Quality and stability issues can create major costs if they reach production. An average bug costs three times more to fix in production as it does to fix during initial coding.5

The hourly cost of unplanned application downtime can be in the billions for large companies.6

Operation Excellence Infographic 3

Even when issues don’t reach production, they may be more expensive to fix later in a development cycle if major architectural changes are required. Organizations that do not “shift left” by incorporating continuous testing in their process end up paying far more to fix issues than they would have invested in preventative measures earlier in a development cycle.

Technical Debt

Organizations that favor the development of new functionality at the expense of technical remediation and refactoring often incur significant technical debt that leads to increased rework costs down the road.

Scaling Difficulties

In many organizations without an Operational Excellence Mindset, scalability can be a significant challenge. Without properly planning for scalability during the development phase, many applications are built without scalability in mind.

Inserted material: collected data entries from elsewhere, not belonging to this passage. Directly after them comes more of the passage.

/**
 * Command line: `npm run --silent sweep -- FILE.json [FILE2.json ...]`.
 * One design (or rating) result per file, one JSON document per line, in file order; an error object
 * `{ "error": "...", "path": "..." }` on the line of a spec that fails. Exit 1 if any failed.
 */
import { readFileSync } from "node:fs";
import { designNetwork, designTrains, EngineError, rateTrain } from "../lib/engine/index";
import { isNetworkSpec, networkSpecSchema } from "../lib/schemas/network-spec";
import { designSpecSchema, ratingSpecSchema } from "../lib/schemas/sweep-spec";

interface ErrorLine {
  error: string;
  path: string;
}

function fail(error: string, path: string): ErrorLine {
  return { error, path };
}

function schemaError(issues: readonly { path: readonly PropertyKey[]; message: string }[]): ErrorLine {
  const issue = issues[0];
  const path = issue.path.map(String).join(".");
  return fail(path ? `${path}: ${issue.message}` : issue.message, path);
}

function runOne(file: string): { line: unknown; ok: boolean } {
  let raw: unknown;
  try {
    raw = JSON.parse(readFileSync(file, "utf8"));
  } catch (err) {
    return { line: fail(`cannot read ${file} as JSON: ${err instanceof Error ? err.message : String(err)}`, ""), ok: false };
  }
  const isNetwork = isNetworkSpec(raw);
  const isRating = typeof raw === "object" && raw !== null && "stages" in raw && !("target" in raw);
  try {
    if (isNetwork) {
      // A spec with "reactions" (several reactions) follows the network contract; "reaction" keeps today's.
      const parsed = networkSpecSchema.safeParse(raw);
      if (!parsed.success) return { line: schemaError(parsed.error.issues), ok: false };
      return { line: designNetwork(parsed.data), ok: true };
    }
    if (isRating) {
      const parsed = ratingSpecSchema.safeParse(raw);
      if (!parsed.success) return { line: schemaError(parsed.error.issues), ok: false };
      return { line: rateTrain(parsed.data), ok: true };
    }
    const parsed = designSpecSchema.safeParse(raw);
    if (!parsed.success) return { line: schemaError(parsed.error.issues), ok: false };
    return { line: designTrains(parsed.data), ok: true };
  } catch (err) {
    if (err instanceof EngineError) return { line: fail(err.message, err.path), ok: false };
    return { line: fail(`internal error: ${err instanceof Error ? err.message : String(err)}`, ""), ok: false };
  }
}

function main(files: readonly string[]): number {
  if (files.length === 0) {
    process.stdout.write(`${JSON.stringify(fail("usage: npm run --silent sweep -- FILE.json [FILE2.json ...]", ""))}\n`);
    return 1;
  }
  let failed = false;
  const out: string[] = [];
  for (const file of files) {
    const { line, ok } = runOne(file);
    failed ||= !ok;
    out.push(JSON.stringify(line));
  }
  process.stdout.write(`${out.join("\n")}\n`);
  return failed ? 1 : 0;
}

process.exitCode = main(process.argv.slice(2).filter((a) => a !== "--"));
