#!/usr/bin/env node
// Entry of `npm run --silent sweep`. Plain JavaScript so it runs from a fresh clone: it bundles
// scripts/sweep.ts with esbuild on first use (and again when a file the bundle was built from is newer),
// then runs the bundle in this same process. What a run pays before its first file is kept small:
// - freshness: the files esbuild reported as the bundle's inputs are stat'ed (a millisecond or two)
//   instead of a shell running `find` over the source folders; esbuild is loaded only to build;
// - compiling: V8's code cache of the bundle, written after the first run, spares parsing and compiling
//   the bundle's functions again (about a third of loading it); V8 refuses a cache of another Node
//   version or another bundle, and then a new one is written.
import { mkdirSync, readdirSync, readFileSync, renameSync, rmSync, statSync, writeFileSync } from "node:fs";
import { createRequire } from "node:module";
import path from "node:path";
import { fileURLToPath } from "node:url";
import { Script } from "node:vm";

const root = path.resolve(path.dirname(fileURLToPath(import.meta.url)), "..");
const dir = path.join(root, "node_modules", ".cache", "seriatim");
const bundle = path.join(dir, "sweep.cjs");
// V8 refuses a cache made under other flags; one cache per Node version and flags, so runs with different
// flags (a test runner's NODE_OPTIONS, say) do not keep rewriting each other's.
const codeCache = path.join(dir, `sweep.cjs.${fnv1a(`${process.version} ${process.execArgv.join(" ")} ${process.env.NODE_OPTIONS ?? ""}`)}.v8cache`);
const manifest = path.join(dir, "sweep.inputs.json");
// Bump when the build options below change, so an older bundle is rebuilt.
const RECIPE = "cjs-minify-1";
// Inputs besides the sources: this launcher, and the installed dependencies (npm rewrites this file on install).
const ALWAYS = ["scripts/sweep-run.mjs", "node_modules/.package-lock.json"];

function fnv1a(text) {
  let h = 0x811c9dc5;
  for (let i = 0; i < text.length; i++) h = Math.imul(h ^ text.charCodeAt(i), 0x01000193);
  return (h >>> 0).toString(16);
}

function fresh() {
  let m;
  try {
    m = JSON.parse(readFileSync(manifest, "utf8"));
    if (m.recipe !== RECIPE) return false;
    statSync(bundle);
  } catch {
    return false;
  }
  for (const file of m.inputs) {
    try {
      if (statSync(path.join(root, file)).mtimeMs > m.builtAt) return false;
    } catch {
      return false; // a file the bundle came from is gone
    }
  }
  return true;
}

/** Written aside and renamed: a run starting at the same time reads the old file or the new, never half of one. */
function replace(file, contents) {
  const tmp = `${file}.${process.pid}.tmp`;
  writeFileSync(tmp, contents);
  renameSync(tmp, file);
}

async function build() {
  const { build: esbuild } = await import("esbuild");
  // Taken before reading the sources, so an edit made while building makes the next run build again.
  const builtAt = Date.now();
  const result = await esbuild({
    absWorkingDir: root,
    entryPoints: ["scripts/sweep.ts"],
    bundle: true,
    platform: "node",
    // CommonJS so the bundle can be compiled as one function with V8's code cache (node:vm).
    format: "cjs",
    minify: true,
    metafile: true,
    write: false,
    outfile: bundle,
    logLevel: "error",
  });
  const sources = Object.keys(result.metafile.inputs).filter((f) => !f.startsWith("node_modules/"));
  mkdirSync(dir, { recursive: true });
  for (const f of readdirSync(dir)) if (f.endsWith(".v8cache")) rmSync(path.join(dir, f), { force: true });
  replace(bundle, result.outputFiles[0].contents);
  replace(manifest, JSON.stringify({ recipe: RECIPE, builtAt, inputs: [...ALWAYS, ...sources] }));
}

if (!fresh()) await build();

let cachedData;
try {
  cachedData = readFileSync(codeCache);
} catch {
  // first run after a build: compiled from source, and the cache written at exit
}
const source = readFileSync(bundle, "utf8");
const script = new Script(`(function (exports, require, module, __filename, __dirname) {${source}\n})`, { filename: bundle, cachedData });
const run = script.runInThisContext();
if (cachedData === undefined || script.cachedDataRejected) {
  // At exit, so the cache holds every function the run compiled (the engine's too), not only the top level.
  process.once("exit", () => {
    try {
      replace(codeCache, script.createCachedData());
    } catch {
      // a read-only cache folder only costs the next run its compile time
    }
  });
}
const cjsModule = { exports: {} };
run(cjsModule.exports, createRequire(bundle), cjsModule, bundle, dir);
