/**
 * A local SMTP sink for development and tests: accepts every message on loopback,
 * keeps the last few hundred in memory and shows them on a small web page.
 *   SMTP  127.0.0.1:$MAIL_FAKE_SMTP_PORT (default 2525)
 *   HTTP  127.0.0.1:$MAIL_FAKE_HTTP_PORT (default 2580): /  (inbox page), /api/messages (JSON)
 */
import { createServer } from "node:http";
import { SMTPServer } from "smtp-server";
import { simpleParser } from "mailparser";

interface CapturedMail {
  id: number;
  from: string;
  to: string[];
  subject: string;
  text: string;
  html: string;
  receivedAt: string;
}

const smtpPort = Number(process.env.MAIL_FAKE_SMTP_PORT ?? 2525);
const httpPort = Number(process.env.MAIL_FAKE_HTTP_PORT ?? 2580);
const KEEP = 500;
const inbox: CapturedMail[] = [];
let nextId = 1;

const smtp = new SMTPServer({
  authOptional: true,
  disabledCommands: ["STARTTLS"],
  logger: false,
  onData(stream, session, callback) {
    simpleParser(stream)
      .then((parsed) => {
        inbox.push({
          id: nextId++,
          from: parsed.from?.text ?? session.envelope.mailFrom?.toString() ?? "",
          to: session.envelope.rcptTo.map((r) => r.address.toLowerCase()),
          subject: parsed.subject ?? "",
          text: parsed.text ?? "",
          html: typeof parsed.html === "string" ? parsed.html : "",
          receivedAt: new Date().toISOString(),
        });
        if (inbox.length > KEEP) inbox.splice(0, inbox.length - KEEP);
        callback();
      })
      .catch((err: Error) => callback(err));
  },
});

const escapeHtml = (s: string) =>
  s.replace(/[&<>"']/g, (c) => ({ "&": "&amp;", "<": "&lt;", ">": "&gt;", '"': "&quot;", "'": "&#39;" })[c]!);

function inboxPage(): string {
  const rows = [...inbox]
    .reverse()
    .map(
      (m) => `<article><header><b>${escapeHtml(m.subject)}</b><br><small>to ${escapeHtml(m.to.join(", "))} · ${m.receivedAt}</small></header>
<pre>${escapeHtml(m.text)}</pre></article>`,
    )
    .join("\n");
  return `<!doctype html><meta charset="utf-8"><title>Seriatim local mail</title>
<style>body{font:14px system-ui;margin:2rem;max-width:60rem;color:#1f2933}article{border:1px solid #d5dbe1;border-radius:6px;padding:.75rem 1rem;margin:.75rem 0}pre{white-space:pre-wrap}</style>
<h1>Local mail (${inbox.length})</h1><p>Messages the app sent through the local SMTP fake. Nothing leaves this machine.</p>${rows || "<p>No mail yet.</p>"}`;
}

const http = createServer((req, res) => {
  const url = new URL(req.url ?? "/", `http://127.0.0.1:${httpPort}`);
  if (url.pathname === "/api/messages" && req.method === "GET") {
    const to = url.searchParams.get("to")?.toLowerCase();
    const list = to ? inbox.filter((m) => m.to.includes(to)) : inbox;
    res.writeHead(200, { "content-type": "application/json" }).end(JSON.stringify(list));
  } else if (url.pathname === "/api/messages" && req.method === "DELETE") {
    inbox.length = 0;
    res.writeHead(204).end();
  } else if (url.pathname === "/") {
    res.writeHead(200, { "content-type": "text/html; charset=utf-8" }).end(inboxPage());
  } else {
    res.writeHead(404).end("not found");
  }
});

smtp.listen(smtpPort, "127.0.0.1", () => {
  http.listen(httpPort, "127.0.0.1", () => {
    console.log(`mail fake: SMTP 127.0.0.1:${smtpPort}, inbox http://127.0.0.1:${httpPort}/`);
  });
});

function shutdown() {
  http.close();
  smtp.close(() => process.exit(0));
  setTimeout(() => process.exit(0), 1000).unref();
}
process.on("SIGINT", shutdown);
process.on("SIGTERM", shutdown);
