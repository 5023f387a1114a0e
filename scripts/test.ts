/**
 * `npm test`: the whole suite on a throwaway PostgreSQL cluster, removed afterwards
 * even when a step fails. typecheck → lint → unit → integration → build → browser.
 */
import { execFileSync, spawnSync } from "node:child_process";
import { existsSync, mkdirSync, readFileSync, rmSync, writeFileSync } from "node:fs";
import path from "node:path";
import { fileURLToPath } from "node:url";
import pg from "pg";
import { createDb } from "../db/client";
import { runMigrations } from "../db/migrate";
import { seedDemoData } from "../lib/demo/seed";
import { buildIsStale } from "./lib/build";
import { createDatabase, ensurePostgresBinaries, freePort, startThrowawayCluster, type Cluster } from "./lib/postgres";

const root = path.resolve(path.dirname(fileURLToPath(import.meta.url)), "..");
// Per run, so two runs in one folder (a developer and a helper script) never clear each other's reports.
const results = path.join(root, "test-results", `reports-${process.pid}`);
const bin = (name: string) => path.join(root, "node_modules", ".bin", name);
const CHROMIUM = process.env.CHROMIUM_PATH ?? "/usr/bin/chromium";

interface StepResult {
  name: string;
  ok: boolean;
  seconds: number;
  note?: string;
}

/**
 * One production build and browser run at a time per checkout: two `npm test` runs in the
 * same folder would otherwise write .next/ together. The lock holds our pid; a dead
 * holder's lock is taken over.
 */
async function withBuildLock<T>(fn: () => Promise<T>): Promise<T> {
  const dir = path.join(root, ".data", "build.lock");
  mkdirSync(path.dirname(dir), { recursive: true });
  for (let waitedSeconds = 0; ; waitedSeconds++) {
    try {
      mkdirSync(dir);
      writeFileSync(path.join(dir, "pid"), String(process.pid));
      break;
    } catch {
      const holder = Number(readFileSafe(path.join(dir, "pid")));
      if (!holder || !alive(holder)) {
        rmSync(dir, { recursive: true, force: true });
        continue;
      }
      if (waitedSeconds % 30 === 0) console.log(`› waiting for another npm test in this folder (pid ${holder}) to finish its build and browser run…`);
      await new Promise((r) => setTimeout(r, 1000));
    }
  }
  try {
    return await fn();
  } finally {
    rmSync(dir, { recursive: true, force: true });
  }
}

function readFileSafe(file: string): string {
  try {
    return readFileSync(file, "utf8");
  } catch {
    return "";
  }
}

function alive(pid: number): boolean {
  try {
    process.kill(pid, 0);
    return true;
  } catch {
    return false;
  }
}

function ensureChromium(): void {
  if (existsSync(CHROMIUM)) return;
  if (process.getuid?.() !== 0) {
    throw new Error(`Chromium is missing at ${CHROMIUM}. Install it with:\n  sudo apt-get update && sudo apt-get install -y chromium`);
  }
  console.log("› installing Debian's chromium for the browser tests (first run only)…");
  const env = { ...process.env, DEBIAN_FRONTEND: "noninteractive" };
  execFileSync("apt-get", ["update", "-qq"], { stdio: "inherit", env });
  execFileSync("apt-get", ["install", "-y", "-qq", "chromium"], { stdio: "inherit", env });
}

function run(name: string, cmd: string, args: string[], env: Record<string, string> = {}): StepResult {
  console.log(`\n━━ ${name} ━━  ${path.basename(cmd)} ${args.join(" ")}`);
  const t = Date.now();
  const r = spawnSync(cmd, args, { cwd: root, stdio: "inherit", env: { ...process.env, NEXT_TELEMETRY_DISABLED: "1", ...env } });
  return { name, ok: r.status === 0, seconds: (Date.now() - t) / 1000 };
}

function readJson<T>(file: string): T | undefined {
  try {
    return JSON.parse(readFileSync(file, "utf8")) as T;
  } catch {
    return undefined;
  }
}

function countTests(): { passed: number; failed: number } {
  let passed = 0;
  let failed = 0;
  for (const f of ["unit.json", "integration.json", "system.json"]) {
    const r = readJson<{ numPassedTests: number; numFailedTests: number }>(path.join(results, f));
    passed += r?.numPassedTests ?? 0;
    failed += r?.numFailedTests ?? 0;
  }
  const e2e = readJson<{ stats: { expected: number; unexpected: number; flaky: number } }>(path.join(results, "e2e.json"));
  passed += e2e?.stats.expected ?? 0;
  failed += (e2e?.stats.unexpected ?? 0) + (e2e?.stats.flaky ?? 0);
  return { passed, failed };
}

const STEP_NAMES = ["typecheck", "lint", "unit", "integration", "build", "e2e", "system"];
// `npm test -- unit integration` runs only the named steps (for daily work); plain `npm test` runs all.
const only = process.argv.slice(2);
const unknown = only.filter((s) => !STEP_NAMES.includes(s));
if (unknown.length) {
  console.error(`unknown step(s): ${unknown.join(", ")}; steps are ${STEP_NAMES.join(", ")}`);
  process.exit(2);
}
const wanted = (name: string) => only.length === 0 || only.includes(name);

async function main(): Promise<number> {
  const t0 = Date.now();
  rmSync(results, { recursive: true, force: true });
  mkdirSync(results, { recursive: true });
  ensurePostgresBinaries();
  ensureChromium();

  let cluster: Cluster | undefined;
  const cleanup = () => {
    cluster?.stop();
    cluster = undefined;
  };
  process.on("SIGINT", () => (cleanup(), process.exit(130)));
  process.on("SIGTERM", () => (cleanup(), process.exit(143)));
  process.on("SIGHUP", () => (cleanup(), process.exit(129)));

  const steps: StepResult[] = [];
  try {
    console.log("› starting a throwaway PostgreSQL cluster");
    cluster = await startThrowawayCluster();
    console.log(`  on 127.0.0.1:${cluster.port}, data in ${cluster.dataDir}`);
    const serverUrl = cluster.serverUrl;
    const templateUrl = await createDatabase(serverUrl, "seriatim_template");

    const vitestJson = (f: string) => ["--reporter=default", "--reporter=json", `--outputFile.json=${path.join(results, f)}`];
    if (wanted("typecheck")) steps.push(run("typecheck", bin("tsc"), ["--noEmit", "-p", "."]));
    if (wanted("lint")) steps.push(run("lint", bin("eslint"), ["--max-warnings=0", "."]));
    // VITEST_FILES="tests/unit/x.test.ts" narrows the unit and integration steps to those files (daily work).
    const vitestFiles = (process.env.VITEST_FILES ?? "").split(/\s+/).filter(Boolean);
    if (wanted("unit")) steps.push(run("unit", bin("vitest"), ["run", "--project", "unit", ...vitestJson("unit.json"), ...vitestFiles]));
    if (wanted("integration")) {
      steps.push(
        run("integration", bin("vitest"), ["run", "--project", "integration", ...vitestJson("integration.json"), ...vitestFiles], {
          DATABASE_URL: templateUrl,
          TEST_PG_SERVER_URL: cluster.serverUrl,
        }),
      );
    }
    // The browser and system tests need a production build; `npm test -- e2e` builds too,
    // `npm test -- system` only when the build is missing or stale.
    if (wanted("build") || wanted("e2e") || wanted("system")) {
      await withBuildLock(async () => {
        const mustBuild = wanted("build") || wanted("e2e") || buildIsStale(root);
        const build: StepResult = mustBuild ? run("build", bin("next"), ["build"], { NODE_ENV: "production" }) : { name: "build", ok: true, seconds: 0, note: "up to date" };
        if (mustBuild) steps.push(build);
        if (wanted("e2e")) {
          if (build.ok) {
            const e2eUrl = await createDatabase(serverUrl, "seriatim_e2e");
            await runMigrations(e2eUrl);
            const pool = new pg.Pool({ connectionString: e2eUrl, max: 2 });
            await seedDemoData(createDb(pool));
            await pool.end();
            steps.push(
              // E2E_FILES="tests/e2e/a.spec.ts tests/e2e/b.spec.ts" runs only those files (daily work).
              run("e2e", bin("playwright"), ["test", ...(process.env.E2E_FILES ?? "").split(/\s+/).filter(Boolean)], {
                DATABASE_URL: e2eUrl,
                E2E_PORT: String(await freePort()),
                MAIL_FAKE_SMTP_PORT: String(await freePort()),
                MAIL_FAKE_HTTP_PORT: String(await freePort()),
                E2E_JSON_REPORT: path.join(results, "e2e.json"),
                CHROMIUM_PATH: CHROMIUM,
              }),
            );
          } else {
            steps.push({ name: "e2e", ok: false, seconds: 0, note: "not run: the build failed" });
          }
        }
        // `npm start` in a fresh clone of the repository, using this build (tests/system).
        if (wanted("system")) {
          if (build.ok) steps.push(run("system", bin("vitest"), ["run", "--project", "system", ...vitestJson("system.json"), ...vitestFiles]));
          else steps.push({ name: "system", ok: false, seconds: 0, note: "not run: the build failed" });
        }
      });
    }
  } finally {
    cleanup();
  }

  console.log("\n━━ summary ━━");
  for (const s of steps) console.log(`  ${s.ok ? "ok  " : "FAIL"}  ${s.name.padEnd(12)} ${s.seconds.toFixed(1).padStart(6)} s${s.note ? `  (${s.note})` : ""}`);
  const { passed, failed } = countTests();
  const failedSteps = steps.filter((s) => !s.ok).length;
  console.log(`  total ${((Date.now() - t0) / 1000).toFixed(1)} s; throwaway cluster removed`);
  console.log(`tests: ${passed} passed, ${failed} failed`);
  // A run that was meant to execute tests but executed none has failed too.
  const ranTests = steps.some((s) => ["unit", "integration", "e2e", "system"].includes(s.name));
  return failedSteps === 0 && failed === 0 && (passed > 0 || !ranTests) ? 0 : 1;
}

main().then(
  (code) => process.exit(code),
  (err: Error) => {
    console.error(`npm test failed: ${err.message}`);
    process.exit(1);
  },
);
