/**
 * `npm start`: provisions and runs the whole product on this machine.
 * PostgreSQL (project-local cluster unless DATABASE_URL is set) → migrations → demo data
 * → production build (when stale) → mail fake + worker + web. Ctrl-C stops all of it.
 */
import { randomBytes } from "node:crypto";
import { existsSync, mkdirSync, readFileSync, writeFileSync } from "node:fs";
import path from "node:path";
import { fileURLToPath } from "node:url";
import pg from "pg";
import { createDb } from "../db/client";
import { runMigrations } from "../db/migrate";
import { DEMO_PASSWORD, DEMO_USERS, seedDemoData } from "../lib/demo/seed";
import { buildIsStale, runNextBuild } from "./lib/build";
import { createDatabase, isPortFree, startPersistentCluster, type Cluster } from "./lib/postgres";
import { SupervisedService, startService, waitForHttp } from "./lib/processes";
import { removeRunFile, stopStaleServices, writeRunFile } from "./lib/run-file";

const root = path.resolve(path.dirname(fileURLToPath(import.meta.url)), "..");
const dataRoot = path.join(root, ".data");
const t0 = Date.now();
const step = (msg: string) => console.log(`› ${msg}  (${((Date.now() - t0) / 1000).toFixed(1)} s)`);
// A closed terminal (SIGHUP) makes writes to it fail; the stop must go on regardless.
for (const stream of [process.stdout, process.stderr]) stream.on("error", () => {});

const port = Number(process.env.PORT ?? 3000);
const smtpPort = Number(process.env.MAIL_FAKE_SMTP_PORT ?? 2525);
const mailHttpPort = Number(process.env.MAIL_FAKE_HTTP_PORT ?? 2580);
const pgPort = Number(process.env.SERIATIM_PG_PORT ?? 54329);
const marker = (file: string) => path.join(root, file);

let cluster: Cluster | undefined;
const services: SupervisedService[] = [];
let shuttingDown = false;
let directSignals = 0;
// Only a start that got past the check for a running instance may remove the record.
let ownsRunFile = false;

function recordRun(): void {
  ownsRunFile = true;
  writeRunFile(root, {
    supervisor: { pid: process.pid, marker: marker("scripts/start.ts") },
    services: services.filter((s) => s.pid).map((s) => ({ name: s.name, pid: s.pid!, marker: root })),
    dataDir: cluster?.dataDir,
  });
}

/** The orderly stop: web, worker and mail fake together, then PostgreSQL last. */
async function shutdown(code: number): Promise<never> {
  if (!shuttingDown) {
    shuttingDown = true;
    console.log("\n› stopping… (a second Ctrl-C forces it)");
    await Promise.all([...services].reverse().map((s) => s.stop()));
    if (cluster) {
      cluster.stop();
      console.log("  PostgreSQL stopped");
    }
    if (ownsRunFile) removeRunFile(root);
    process.exit(code);
  }
  // A second caller waits for the first stop to finish.
  return new Promise<never>(() => {});
}

/** No waiting: kill every service outright and stop PostgreSQL in immediate mode. */
function forceStop(): never {
  console.log("\n› forced stop");
  for (const s of services) s.kill();
  cluster?.stop("immediate");
  if (ownsRunFile) removeRunFile(root);
  process.exit(130);
}

// A signal sent to the whole process group reaches us directly, and the bootstrap forwards
// its own copy as an IPC message, never as a signal: so only a second *signal* (a human
// pressing Ctrl-C twice) forces the stop; the forwarded duplicate merely asks for one.
for (const sig of ["SIGINT", "SIGTERM", "SIGHUP"] as const) {
  process.on(sig, () => {
    directSignals++;
    if (directSignals > 1 && shuttingDown) forceStop();
    void shutdown(0);
  });
}
process.on("message", (m) => {
  if (m === "stop") void shutdown(0);
});
process.on("disconnect", () => void shutdown(0));

/** A per-installation secret, kept with the data so sessions survive restarts. */
function authSecret(): string {
  if (process.env.AUTH_SECRET) return process.env.AUTH_SECRET;
  mkdirSync(dataRoot, { recursive: true });
  const file = path.join(dataRoot, "auth-secret");
  if (!existsSync(file)) writeFileSync(file, randomBytes(32).toString("base64url"), { mode: 0o600 });
  return readFileSync(file, "utf8").trim();
}

async function main() {
  await stopStaleServices(root, (m) => step(m));
  for (const [name, p] of [
    ["web (PORT)", port],
    ["mail fake SMTP (MAIL_FAKE_SMTP_PORT)", smtpPort],
    ["mail fake web (MAIL_FAKE_HTTP_PORT)", mailHttpPort],
  ] as const) {
    if (!(await isPortFree(p))) throw new Error(`Port ${p} for the ${name} is taken; set that variable to a free port.`);
  }

  let databaseUrl = process.env.DATABASE_URL;
  if (databaseUrl) {
    step("using the PostgreSQL server in DATABASE_URL (no local cluster)");
  } else {
    step(`starting the project-local PostgreSQL cluster on 127.0.0.1:${pgPort}`);
    cluster = await startPersistentCluster(path.join(dataRoot, "postgres"), pgPort);
    recordRun();
    databaseUrl = await createDatabase(cluster.serverUrl, "seriatim");
  }

  step("applying migrations");
  await runMigrations(databaseUrl);
  step("seeding demo data");
  const pool = new pg.Pool({ connectionString: databaseUrl, max: 2 });
  await seedDemoData(createDb(pool));
  await pool.end();

  const appUrl = process.env.APP_URL ?? `http://127.0.0.1:${port}`;
  const env: NodeJS.ProcessEnv = {
    ...process.env,
    DATABASE_URL: databaseUrl,
    APP_URL: appUrl,
    AUTH_URL: `${appUrl}/api/auth`,
    AUTH_SECRET: authSecret(),
    SMTP_URL: process.env.SMTP_URL ?? `smtp://127.0.0.1:${smtpPort}`,
    MAIL_FAKE_SMTP_PORT: String(smtpPort),
    MAIL_FAKE_HTTP_PORT: String(mailHttpPort),
    NEXT_TELEMETRY_DISABLED: "1",
    NODE_ENV: "production",
  };

  if (buildIsStale(root)) {
    step("building the production app (next build)");
    runNextBuild(root, env);
  } else {
    step("production build is up to date");
  }

  if (shuttingDown) return;
  // Each service watches us (parent-watch.cjs) and stops itself if we die without stopping it.
  const node = (script: string) => [process.execPath, ["--require", marker("scripts/lib/parent-watch.cjs"), "--import", "tsx", marker(script)]] as const;
  const serviceEnv = { ...env, SERIATIM_SUPERVISOR_PID: String(process.pid) };
  const supervise = (name: string, [cmd, args]: readonly [string, readonly string[]]) => {
    const s = new SupervisedService(name, () => startService(name, cmd, [...args], serviceEnv, root), recordRun);
    services.push(s);
    return s;
  };
  step("starting mail fake, worker and web");
  supervise("mail fake", node("scripts/mail-fake.ts"));
  supervise("worker", node("worker/index.ts"));
  // One web process per core behind one port (scripts/web-server.mjs; WEB_PROCESSES sets the count).
  const web = supervise("web app", [process.execPath, ["--require", marker("scripts/lib/parent-watch.cjs"), marker("scripts/web-server.mjs"), "127.0.0.1", String(port)]]);
  recordRun();
  await waitForHttp(`http://127.0.0.1:${port}/api/health`, 120_000, () => web.restarts === 0 && web.current.child.exitCode === null);
  if (shuttingDown) return;

  const width = Math.max(...DEMO_USERS.map((u) => u.email.length));
  console.log(`
  Seriatim is running  (ready in ${((Date.now() - t0) / 1000).toFixed(1)} s)

    App          ${appUrl}
    Local mail   http://127.0.0.1:${mailHttpPort}/   (sign-in links and invitations land here)
    Database     ${databaseUrl.replace(/:[^:@/]+@/, ":***@")}${cluster ? `\n    Cluster      ${cluster.dataDir}` : ""}

  Demo sign-ins (password ${DEMO_PASSWORD}):
${DEMO_USERS.map((u) => `    ${u.email.padEnd(width)}  ${u.role.padEnd(8)}  ${u.team}`).join("\n")}

  A worker or web app that dies is started again. Ctrl-C (or SIGTERM, or closing the
  terminal) stops the app, the worker, the mail fake${cluster ? " and then PostgreSQL" : ""}.
`);
}

main().catch(async (err: Error) => {
  console.error(`\nnpm start failed: ${err.message}`);
  await shutdown(1);
});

In addition, in organizations that don’t rely on dynamic infrastructure, hardware can quickly become a limitation if a digital property quickly increases in adoption.

Poor Employee Morale

Organizations that don’t explicitly set aside team capacity to address unexpected production issues often overload their development teams by expecting production issues to be addressed without any impact to those teams’ existing commitments.

Furthermore, organizations that don’t involve operational teams in the development process often leave those teams feeling unequipped to properly support new solutions.


Organizations that adopt an Operations Mindset prioritize operational considerations during development in order to strike an appropriate balance between speed of delivery and long-term stability. In contrast to “two-speed IT” adherents, these organizations employ Agile and DevOps practices throughout the organization, and strive to ensure clear collaboration between development and support teams throughout the development process.